Tools Reference - JinsongRoh/pydoll-mcp GitHub Wiki

🛠️ Tools Reference

PyDoll MCP Server provides 75+ powerful tools for complete browser automation. This page is a detailed reference guide for all tools.

📚 Table of Contents

🌐 Browser Management (8 tools)

start_browser - Start Browser

Start Chrome/Edge browser with advanced configurations.

Usage:

Start a new Chrome browser
Start browser in headless mode
Start browser with ad blocking mode

Key Options:

  • browser_type: Choose chrome or edge
  • headless: No screen display
  • block_ads: Ad blocking
  • stealth_mode: Detection prevention
  • window_size: Window size settings

stop_browser - Stop Browser

Safely terminate browser with resource cleanup.

Usage:

Stop the browser
Close all browser windows

new_tab - Create New Tab

Create isolated tabs with custom settings.

Usage:

Open a new tab
Open a new tab in background
Open a new tab to https://example.com

close_tab - Close Tab

Close specific tab and release resources.

Usage:

Close the current tab
Close the first tab

list_browsers - List Browsers

Display all browser instances and their status.

Usage:

Show list of open browsers

list_tabs - List Tabs

Display detailed tab information.

Usage:

Show all tab lists
Show tabs of current browser

set_active_tab - Change Active Tab

Support smooth switching between tabs.

Usage:

Switch to the first tab
Activate the second tab

get_browser_status - Browser Status

Provide comprehensive browser status report.

Usage:

Check browser status
Show browser performance information

🧭 Navigation and Page Control (10 tools)

navigate_to - Navigate to Page

Intelligent URL navigation with load detection.

Usage:

Navigate to https://google.com
Go to Naver

refresh_page - Refresh Page

Intelligent page refresh with cache control.

Usage:

Refresh the page
Refresh page ignoring cache

go_back / go_forward - Browser History Navigation

Support navigation through browser history.

Usage:

Go back
Go forward
Go back 2 steps

wait_for_page_load - Wait for Page Load

Provide advanced page readiness detection.

Usage:

Wait until page load is complete
Wait until DOM content is loaded

get_current_url - Get Current URL

Return current page URL with validation.

Usage:

Tell me the current page URL

get_page_source - Extract Page Source

Extract complete HTML source.

Usage:

Get page source
Show HTML code

get_page_title - Page Title and Metadata

Extract page title and metadata.

Usage:

Tell me the page title

wait_for_network_idle - Monitor Network Activity

Monitor and wait for network activity.

Usage:

Wait until network activity is complete

set_viewport_size - Set Viewport Size

Provide viewport size settings for responsive design testing.

Usage:

Set viewport size to 1920x1080
Set viewport to mobile size

get_page_info - Page Information Analysis

Provide comprehensive page analysis.

Usage:

Analyze page information
Show all page metadata

🎯 Element Finding and Interaction (15 tools)

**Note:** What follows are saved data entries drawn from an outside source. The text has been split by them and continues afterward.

/* The extrapolation hands its straight-line fit to the intersection of the
 * same branch: both readings as when each fits the line itself, bit for
 * bit, on branches that slope, bend and are too short to fit. */
Test(detect_speed, shared_branch_line_gives_the_same_readings, .init = setup)
{
  size_t n = 3000;
  double *t = malloc(n * sizeof *t), *y = malloc(n * sizeof *y);
  gsl_rng *r = gsl_rng_alloc(gsl_rng_mt19937);
  struct ff_detect_params p = FF_DETECT_PARAMS_DEFAULT;
  struct dctx c;

  cr_assert(t && y && r);
  for (int k = 0; k < 3; k++) {
    size_t nl = 600, i0 = nl + 100, i1 = k == 2 ? i0 + 6 : n;
    struct ff_event e1, e2;
    struct dd_fit1 f1;
    for (size_t i = 0; i < n; i++) {
      double s = (double)i * 0.1;
      t[i] = 4e5 + s;
      y[i] = i < nl ? 2.0 - 0.04 * s
             : -0.3 - 1e-4 * (s - 60.0) - (k == 1 ? 2e-6 * (s - 60.0)
                                               * (s - 60.0) : 0.0);
      y[i] += gsl_ran_gaussian(r, 0.002);
    }
    memset(&c, 0, sizeof c);
    c.t = t;
    c.y = y;
    c.n = n;
    c.p = &p;
    c.sigma = 0.002;
    memset(&e1, 0, sizeof e1);
    e1.nucleation_time_s = t[nl];
    e1.liquid_line.kind = 2;
    e1.liquid_line.t_ref_s = t[nl - 1];
    e1.liquid_line.t0_c = y[nl - 1];
    e1.liquid_line.slope_k_s = -0.04;
    e1.liquid_line.start_s = t[0];
    e1.liquid_line.end_s = t[nl - 1];
    e1.liquid_line.rms_k = 0.002;
    e2 = e1;
    dd_extrapolate(&c, &e1, i0, i1, NULL);
    dd_intersect(&c, &e1, i0, i1, NULL);
    dd_extrapolate(&c, &e2, i0, i1, &f1);
    dd_intersect(&c, &e2, i0, i1, &f1);
    for (int m = FF_METHOD_EXTRAPOLATE; m <= FF_METHOD_INTERSECT; m++) {
      const struct ff_estimate *a = &e1.est[m], *b = &e2.est[m];
      cr_assert_eq(a->ok, b->ok, "case %d method %d", k, m);
      cr_assert(same_bits(a->value_c, b->value_c)
                && same_bits(a->u_k, b->u_k), "case %d method %d: %.17g "
                "+- %.3g vs %.17g +- %.3g", k, m, a->value_c, a->u_k,
                b->value_c, b->u_k);
      cr_assert_str_eq(a->why, b->why);
    }
    cr_assert_eq(e1.est[FF_METHOD_INTERSECT].ok, k != 2, "case %d: %s", k,
                 e1.est[FF_METHOD_INTERSECT].why);
  }
  gsl_rng_free(r);
  free(t);
  free(y);
}
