struct line {
  size_t off, len;              /* text without its line end */
  unsigned long no;             /* 1-based physical line */
  int skip;                     /* blank or '#' comment */
  unsigned has;                 /* HAS_* bits: candidate delimiters seen */
};

/* Which candidate delimiters a line holds (tab counts as a blank too). */
#define HAS_SEMICOLON 1u
#define HAS_TAB 2u
#define HAS_COMMA 4u
#define HAS_SPACE 8u
static const unsigned char has_bit[256] = {
  [';'] = HAS_SEMICOLON, ['\t'] = HAS_TAB, [','] = HAS_COMMA,
  [' '] = HAS_SPACE
};

struct span {
  const char *s;
  size_t n;
  int quoted;
};

enum kind { K_MISSING, K_NUM, K_CLOCK, K_DAYTIME, K_ISO, K_DATE, K_TEXT,
            K_COUNT };

struct shape {                  /* one line split with one delimiter */
  size_t nf;
  size_t n_num;                 /* numbers, clock and ISO times */
  size_t n_text;                /* neither those nor missing markers */
};

static int blank(char c)
{
  return c == ' ' || c == '\t';
}

/*
 * Splits one line on delim (' ': runs of blanks, WS_WIDE: runs of two or
 * more blanks). Quotes as in RFC 4180; the span of a quoted field is its
 * inside with "" left undecoded. Returns the field count (may exceed max).
 */
static size_t split(const char *s, size_t n, char delim, struct span *f,
                    size_t max)
{
  size_t i = 0, nf = 0;
  int ws = delim == ' ' || delim == WS_WIDE;

  if (ws) {
    while (i < n && blank(s[i]))
      i++;
    if (i == n)
      return 0;
  }
  for (;;) {
    struct span sp = { s + i, 0, 0 };
    if (!ws)
      while (i < n && blank(s[i]) && s[i] != delim)
        i++;
    if (i < n && s[i] == '"') {
      size_t a = ++i;
      while (i < n) {
        if (s[i] == '"') {
          if (i + 1 < n && s[i + 1] == '"') {
            i += 2;
            continue;
          }
          break;
        }
        i++;
      }
      sp.s = s + a;
      sp.n = i - a;
      sp.quoted = 1;
      if (i < n)
        i++;
      /* text after the closing quote up to the delimiter is dropped */
    } else {
      sp.s = s + i;
    }
    if (ws) {
      size_t a = i;
      for (;;) {
        while (i < n && !blank(s[i]))
          i++;
        if (delim == WS_WIDE && i + 1 < n && s[i] == ' ' && !blank(s[i + 1])) {
          i++;                        /* a single space inside a name */
          continue;
        }
        break;
      }
      if (!sp.quoted)
        sp.n = i - a;
      if (nf < max)
        f[nf] = sp;
      nf++;
      while (i < n && blank(s[i]))
        i++;
      if (i >= n)
        return nf;
      continue;
    }
    {
      size_t a = i;
      while (i < n && s[i] != delim)
        i++;
      if (!sp.quoted) {
        size_t e = i;
        while (e > a && blank(s[e - 1]) && s[e - 1] != delim)
          e--;
        sp.n = e - a;
      }
    }
    if (nf < max)
      f[nf] = sp;
    nf++;
    if (i >= n)
      return nf;
    i++;                              /* past the delimiter */
  }
}
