/* Cold bath on: liquid cools by Newton's law until it nucleates. Before
 * nucleation there is no ice, so the liquid branch is known in closed form
 * and so is the nucleation instant. */
static int cool_and_freeze(struct sim *s, unsigned c)
{
  const struct ff_sim_params *p = s->p;
  struct ff_sim_result *r = s->r;
  double tf_true = r->true_fp_c, u = p->supercool_k, t_n, delay;
  struct liquid q;
  int st;

  if (u < 0.0)
    u = SUPERCOOL_RAND_LO + (SUPERCOOL_RAND_HI - SUPERCOOL_RAND_LO)
        * gsl_rng_uniform(s->rng_phys);
  s->m.bath = p->bath_c;
  s->m.drift = p->bath_drift_k_s;
  s->m.t_bath = s->t;
  s->m.growth = 0;
  event(s);
  r->cycle_start_t_s[c] = s->t;
  q = (struct liquid){ s->y[0], p->bath_c, s->m.stir / s->m.h,
                       p->bath_drift_k_s, p->tau_s, tf_true - u };
  if (nucleation_delay(&q, &delay)) {
    t_n = s->t + delay;
    if ((st = run_until(s, t_n)) != FF_OK)
      return st;
    /* The closed form is exact; the integrated state agrees to ~1e-6 K,
     * so snap it, and the reported supercooling is the one asked for. The
     * seed crystal's latent heat warms the sample by L x_seed / cp. */
    s->y[0] = tf_true - u + (s->m.lat + s->m.dcp * (tf_true - u - s->m.tf0))
                            * ICE_SEED_X / s->m.cpl;
    s->y[1] = ICE_SEED_X;
    if (!(p->probe_lag_s > 0.0))
      s->y[2] = s->y[0];          /* an ideal probe is the sample */
    r->nucleation_t_s[c] = t_n;
    r->supercool_k[c] = u;
    s->m.growth = 1;
    event(s);
    s->peak = s->y[0];
    s->fine_until = t_n + PEAK_WINDOW_S;
  } else {
    /* The bath cannot take the liquid that far down: no freeze this cycle,
     * the curve just settles towards the bath. */
    t_n = s->t + 6.0 * p->tau_s;
    r->nucleation_t_s[c] = NAN;
    r->supercool_k[c] = NAN;
    r->peak_c[c] = NAN;
  }
  {
    size_t i0 = r->n;
    if ((st = run_until(s, t_n + p->freeze_s)) != FF_OK)
      return st;
    if (s->m.growth) {
      r->peak_c[c] = s->peak;
      for (size_t i = i0; i < r->n; i++)
        if (r->sample_c[i] > r->peak_c[c])
          r->peak_c[c] = r->sample_c[i];
    }
  }
  r->freeze_end_t_s[c] = s->t;
  r->n_cycles = c + 1;
  return FF_OK;
}

/* Liquid fraction that starts the thaw of a sample frozen through. */
#define THAW_SEED_X 1e-3
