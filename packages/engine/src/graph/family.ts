/**
 * What a graph was built as, so later modules (formulas, bounds, exact search, drawing) can recognise
 * it. Grid-like families number vertices row-major; see each builder for its numbering.
 */
export type Family =
  | { kind: 'grid'; rows: number; cols: number }
  | { kind: 'mask'; rows: number; cols: number; text: string }
  | { kind: 'staircase'; t: number }
  | { kind: 'cylinder'; rows: number; cols: number }
  | { kind: 'torus'; rows: number; cols: number }
  | { kind: 'path'; n: number }
  | { kind: 'cycle'; n: number }
  | { kind: 'complete'; n: number }
  | { kind: 'completeBipartite'; a: number; b: number }
  | { kind: 'star'; leaves: number }
  | { kind: 'tree'; n: number }
  | { kind: 'randomTree'; n: number; seed: number }
  | { kind: 'randomGraph'; n: number; p: number; seed: number }
  | { kind: 'file'; format: string; name?: string };

/**
 * Where each vertex of a grid-like graph sits: vertex v is the cell (row, col) with
 * cells[v] = row * cols + col. Grids, masks, staircases, cylinders and tori carry one.
 */
export interface GridLayout {
  rows: number;
  cols: number;
  cells: Int32Array;
}

/** A mask's cells before it becomes a graph: present[r * cols + c] is 1 for a cell, 0 for a hole. */
export interface MaskShape {
  rows: number;
  cols: number;
  present: Uint8Array;
}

find_element - Find Element

Revolutionary element finding using natural language attributes.

Usage:

Find the login button
Find the email input field
Find button with text "Search"

Supported Attributes:

  • text: Text content
  • id: Element ID
  • class_name: CSS class
  • tag_name: HTML tag
  • css_selector: CSS selector
  • xpath: XPath expression
  • placeholder: Input field placeholder
  • aria_label: Accessibility label

click_element - Click Element

Click functionality simulating human-like behavior.

Usage:

Click the login button
Double-click the search button
Right-click the menu

Click Types:

  • left: Left click (default)
  • right: Right click
  • double: Double click
  • middle: Middle click

type_text - Type Text

Provide realistic text input simulation.

Usage:

Type "Python programming" in search box
Slowly type "[email protected]" in email field
Clear password field and type "newpassword"

Options:

  • clear_first: Clear existing text
  • human_like: Human-like typing
  • typing_speed: Typing speed control

press_key - Press Key

Provide advanced keyboard input handling.

Usage:

Press Enter key
Press Ctrl+C
Press Tab key 3 times

Supported Keys:

  • Regular keys: a, b, 1, 2, etc.
  • Special keys: Enter, Tab, Escape, Space
  • Arrow keys: ArrowUp, ArrowDown, ArrowLeft, ArrowRight
  • Function keys: F1, F2, etc.
  • Combination keys: Ctrl+C, Ctrl+V, Alt+Tab

get_element_text - Extract Element Text

Provide intelligent text extraction.

Usage:

Get text from title element
Extract text from all links

get_element_attribute - Extract Element Attribute Value

Extract attribute values from elements.

Usage:

Get href attribute from link
Show all attributes of image

wait_for_element - Wait for Element

Provide intelligent element waiting conditions.

Usage:

Wait until loading spinner disappears
Wait until login button appears

Wait Conditions:

  • visible: Element is visible
  • hidden: Element is hidden
  • enabled: Element is enabled
  • disabled: Element is disabled

scroll_to_element - Scroll to Element

Smooth scroll functionality with viewport management.

Usage:

Scroll to bottom button
Scroll to page center

hover_element - Hover Element

Provide natural mouse hover simulation.

Usage:

Hover over menu item
Hover on dropdown menu

select_option - Select Dropdown

Handle dropdown and select boxes.

Usage:

Select "South Korea" from country selection
Select "Korean" from language options

check_element_visibility - Check Element Visibility

Provide comprehensive visibility testing.

Usage:

Check if login button is visible
Check if error message is displayed

drag_and_drop - Drag and Drop

Support advanced drag and drop operations.

Usage:

Drag file to upload area
Drag item to new position

📸 Screenshots and Media (6 tools)

take_screenshot - Take Screenshot

Provide full page capture with options.

Usage:

Take screenshot of current page
Take full page screenshot
Take viewport-only screenshot

Options:

  • full_page: Capture full page
  • viewport_only: Capture viewport only
  • format: Choose PNG or JPEG
  • quality: JPEG quality settings

take_element_screenshot - Element Screenshot

Provide precise element capture.

Usage:

Take screenshot of login form
Take screenshot of ad area

generate_pdf - Generate PDF

Provide professional PDF generation.

Usage:

Save current page as PDF
Generate PDF in A4 size

save_page_content - Save Page Content

Provide complete page archiving.

Usage:

Save entire page as HTML
Save page including resources

capture_video - Video Capture

Provide screen recording functionality.

Usage:

Start screen recording
Record screen for 10 seconds
Stop screen recording

extract_images - Extract Images

Provide image extraction and processing.

Usage:

Extract all images from page
Extract only PNG images

⚡ JavaScript and Advanced Scripting (8 tools)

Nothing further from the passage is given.